The control room was the platform’s heart, monitoring and controlling all important processes on board.
Glycol regeneration: Glycol coming from the gas dehydration facility had a pressure of 1 205psig and was saturated with water and gas. After its pressure had been reduced, the gas was removed in a degassing pot.
The glycol was then filtered and heated in the regenerator to evaporate the water, and passed through pumps to reach the same pressure as the dehydration unit before being returned to it.
Power supply: Electricity for the platform came from the generator room, where four generating sets were driven by Kongsberg gas turbines. Two of these turbines were later removed and replaced by a diesel engine. Electric switchboards were installed in the module above the generators. The working voltage was 480V.
Gas pipeline pigging. To remove slag and water from the gas pipeline, a sphere was launched into it at 2/7 C and followed the gas flow to Ekofisk 2/4 R where removal took place.
Oil pipeline pigging. The pig in the oil pipeline had a different shape to the unit used for the gas pipeline, but otherwise functioned in the same way.

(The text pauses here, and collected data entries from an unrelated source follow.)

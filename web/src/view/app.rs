//! The page as a whole.

use yew::prelude::*;

use crate::browser::session::Session;
use crate::state::board::Board;
use crate::state::document::{Document, DocumentAction};
use crate::state::same::Found;
use crate::view::announcer::Announcer;
use crate::view::evidence::Evidence;
use crate::view::hands::Hands;
use crate::view::hints::Hints;
use crate::view::inspector::Inspector;
use crate::view::instance::Instance;
use crate::view::notes::Notes;
use crate::view::rivals::Rivals;
use crate::view::share::{Share, Verdict, opening};

/// The page.
#[component]
pub(crate) fn App() -> Html {
    let opening = use_memo((), |()| opening());
    let document = use_reducer(|| Document::open(opening.scenario.clone()));
    let board = use_reducer(Board::default);
    let hands = use_memo((), |()| Hands {
        session: Session::new(board.dispatcher(), document.dispatcher()),
        document: document.dispatcher(),
        board: board.dispatcher(),
    });
    let document = (*document).clone();
    let board = (*board).clone();
    let found = Found::on(&document, &board);
    let digest = use_memo(found.clone(), Found::digest);
    html! {
        <ContextProvider<Hands> context={(*hands).clone()}>
            <Header title={document.title.clone()} />
            <Share document={document.clone()} opening={(*opening).clone()} digest={(*digest).clone()} />
            <Verdict document={document.clone()} {found} />
            <main>
                <Hints />
                <Instance document={document.clone()} />
                <Rivals document={document.clone()} board={board.clone()} />
                <Inspector document={document.clone()} board={board.clone()} />
                <Evidence document={document.clone()} board={board.clone()} />
                <Notes notes={document.notes.clone()} />
            </main>
            <Announcer {document} {board} />
        </ContextProvider<Hands>>
    }
}

#[derive(Properties, PartialEq)]
struct HeaderProps {
    title: String,
}

#[component]
fn Header(props: &HeaderProps) -> Html {
    let hands = use_context::<Hands>();
    use_effect_with(props.title.clone(), |title| {
        gloo_utils::document().set_title(&format!("{title} – Hullward"));
    });
    let oninput = Callback::from(move |event: InputEvent| {
        let area: web_sys::HtmlTextAreaElement = event.target_unchecked_into();
        if let Some(hands) = &hands {
            let title = area.value().replace(['\r', '\n'], " ");
            hands.document.dispatch(DocumentAction::Title(title));
        }
    });
    html! {
        <header class="head">
            <h1>
                <textarea
                    class="title" aria-label="Scenario title" data-testid="title" rows="1"
                    maxlength="120" spellcheck="false" value={props.title.clone()} {oninput}
                />
            </h1>
            <p class="soft">{ "Hullward · nothing leaves this browser" }</p>
        </header>
    }
}
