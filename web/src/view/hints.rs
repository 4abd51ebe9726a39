//! The first steps, for who opens the page for the first time; dismissed once, they never come back.

use yew::prelude::*;

use crate::browser::store::{dismiss_hints, wants_hints};

/// The hints.
#[component]
pub(crate) fn Hints() -> Html {
    let shown = use_state_eq(wants_hints);
    if !*shown {
        return Html::default();
    }
    let away = {
        let shown = shown.setter();
        Callback::from(move |_: MouseEvent| {
            dismiss_hints();
            shown.set(false);
            crate::view::inspector::focus(crate::view::rivals::HEADING);
        })
    };
    html! {
        <aside class="hints small" aria-label="First steps" data-testid="hints">
            <ol>
                <li>{ "What stands here is an example. Paste your own table, file or model over it, under “Instance”." }</li>
                <li>{ "Choose rivals, change a family to “out” or “on demand”, or open “Notation” and edit. “Run all” grows the trees." }</li>
                <li>{ "Ask the questions under “Evidence”; save the decision record; “Copy link” hands all of it over." }</li>
            </ol>
            <button type="button" onclick={away} data-testid="dismiss-hints">{ "Do not show again" }</button>
        </aside>
    }
}
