//! A formulation set as a paper sets it: rows that align at the relation, each cell a `math`
//! element. The row of the caret is marked; a click on a row puts the caret there. Elements are
//! made as nodes from a fixed list of names, and text stays text.

use record::message::CheckReport;
use record::typeset::{Element, Tag, TypesetRow};
use report::number::of;
use yew::prelude::*;
use yew::virtual_dom::{VNode, VTag};

use crate::state::pointer::Shared;
use crate::state::typeset::is_wrong;

#[derive(Properties, PartialEq)]
pub(crate) struct SetProps {
    pub(crate) label: String,
    pub(crate) report: Shared<CheckReport>,
    /// The row of the caret.
    pub(crate) active: Option<usize>,
    /// Hears the place of a row that is clicked.
    pub(crate) show: Callback<(u32, u32)>,
}

/// The formulation.
#[component]
pub(crate) fn Set(props: &SetProps) -> Html {
    let set = &props.report.typeset;
    let split = set.rows.iter().position(|row| !row.describes).unwrap_or(set.rows.len());
    let rows = |from: usize, to: usize| {
        let places = from..to;
        places.map(|place| row(props, place, &set.rows[place])).collect::<Html>()
    };
    html! {
        <div class="set" role="region" tabindex="0" aria-label={props.label.clone()} data-testid="typeset">
            <div class="described">{ rows(0, split) }</div>
            <div class="model">{ rows(split, set.rows.len()) }</div>
            if set.further > 0 {
                <p class="small soft">{ format!("and {}, which are not set", of(u64::from(set.further), "further line")) }</p>
            }
        </div>
    }
}

fn row(props: &SetProps, place: usize, row: &TypesetRow) -> Html {
    let wrong = is_wrong(row, &props.report).then_some("wrong");
    let active = (props.active == Some(place)).then_some("active");
    let (show, span) = (props.show.clone(), (row.start, row.end));
    let onclick = Callback::from(move |_: MouseEvent| show.emit(span));
    html! {
        <div key={place} class={classes!("line", wrong, active)} {onclick}>
            <span class="head">{ row.head.clone() }</span>
            if !row.unread.is_empty() {
                <code>{ row.unread.clone() }</code>
            } else if row.describes {
                // A long definition without words does not push the words of the others away.
                <span class={row.words.is_empty().then_some("whole")}>
                    { math(&row.left) }{ math(&row.right) }<span class="apart">{ math(&row.quantifier) }</span>
                </span>
                if !row.words.is_empty() { <span class="words">{ row.words.clone() }</span> }
            } else {
                if row.left.is_empty() {
                    <span class="whole">{ math(&row.right) }</span>
                } else {
                    <span class="left">{ math(&row.left) }</span>
                    <span>{ math(&row.right) }</span>
                }
                <span class="apart">{ math(&row.quantifier) }</span>
                <span class="words">
                    if !row.words.is_empty() { { format!("({})", row.words) } }
                </span>
            }
        </div>
    }
}

/// A cell; nothing where it is empty.
fn math(cell: &[Element]) -> Html {
    if cell.is_empty() {
        return Html::default();
    }
    let mut math = VTag::new("math");
    math.add_attribute("displaystyle", "true");
    math.add_children(cell.iter().map(node));
    math.into()
}

fn node(element: &Element) -> VNode {
    let (name, attributes) = named(element.tag);
    let mut tag = VTag::new(name);
    for (attribute, value) in attributes {
        tag.add_attribute(attribute, *value);
    }
    if !element.text.is_empty() {
        tag.add_child(VNode::from(element.text.clone()));
    }
    tag.add_children(element.children.iter().map(node));
    tag.into()
}

/// The name and the attributes of an element.
fn named(tag: Tag) -> (&'static str, &'static [(&'static str, &'static str)]) {
    match tag {
        Tag::Identifier => ("mi", &[]),
        Tag::Number => ("mn", &[]),
        Tag::Operator => ("mo", &[]),
        Tag::Tight => ("mo", &[("lspace", "0"), ("rspace", "0")]),
        Tag::Bracket => ("mo", &[("stretchy", "false")]),
        Tag::Text => ("mtext", &[]),
        Tag::Thin => ("mspace", &[("width", "0.167em")]),
        Tag::Sub => ("msub", &[]),
        Tag::Sup => ("msup", &[]),
        Tag::SubSup => ("msubsup", &[]),
        Tag::Under => ("munder", &[]),
        Tag::UnderOver => ("munderover", &[]),
        Tag::Accent => ("mover", &[("accent", "true")]),
        Tag::Fraction => ("mfrac", &[]),
        Tag::Row => ("mrow", &[]),
        Tag::Table => ("mtable", &[]),
        Tag::TableRow => ("mtr", &[]),
        Tag::Cell => ("mtd", &[]),
    }
}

Other utilities: Other utilities on the platform included fire extinguishing and rescue systems, instrument air, chemical injection and drinking water.
Also provided were diesel and lube oils, gas lift equipment, a workshop, helideck, accommodation module, flare boom, radio communications and so forth.
This condensate field lies 11.8 kilometres west of Edda in the Greater Ekofisk area, and comprises the Gamma and Alpha deposits. The first of these was developed with a subsea production system tied back by pipeline to Edda 2/7 C.
The Tommeliten licensees were Statoil (operator) with 70.64 per cent, Fina with 20.23 per cent and Norsk Agip with 9.13 per cent. Production licence 044 was awarded in 1976, while the development came on stream in 1988.
When production ceased in 1998, Tommeliten had produced 24.4 million barrels (3.9 million standard cubic metres) of oil, 9.7 billion scm of gas and 0.6 million tonnes of natural gas liquids (NGL).
Processing equipment to separate condensate, gas and water from Tommeliten was installed on 2/7 C because the field was too small to justify its own platform. Located only a few kilometres away, 2/7 C also had spare space and capacity. Wells on Tommeliten were operated from a dedicated control room on 2/7 C.
Tommeliten’s process facility was similar to the existing plant on 2/7 C, but smaller. Output from both Tommeliten and Edda was carried in the same pipelines – one each for oil and gas – from 2/7 C to Ekofisk 2/4 R.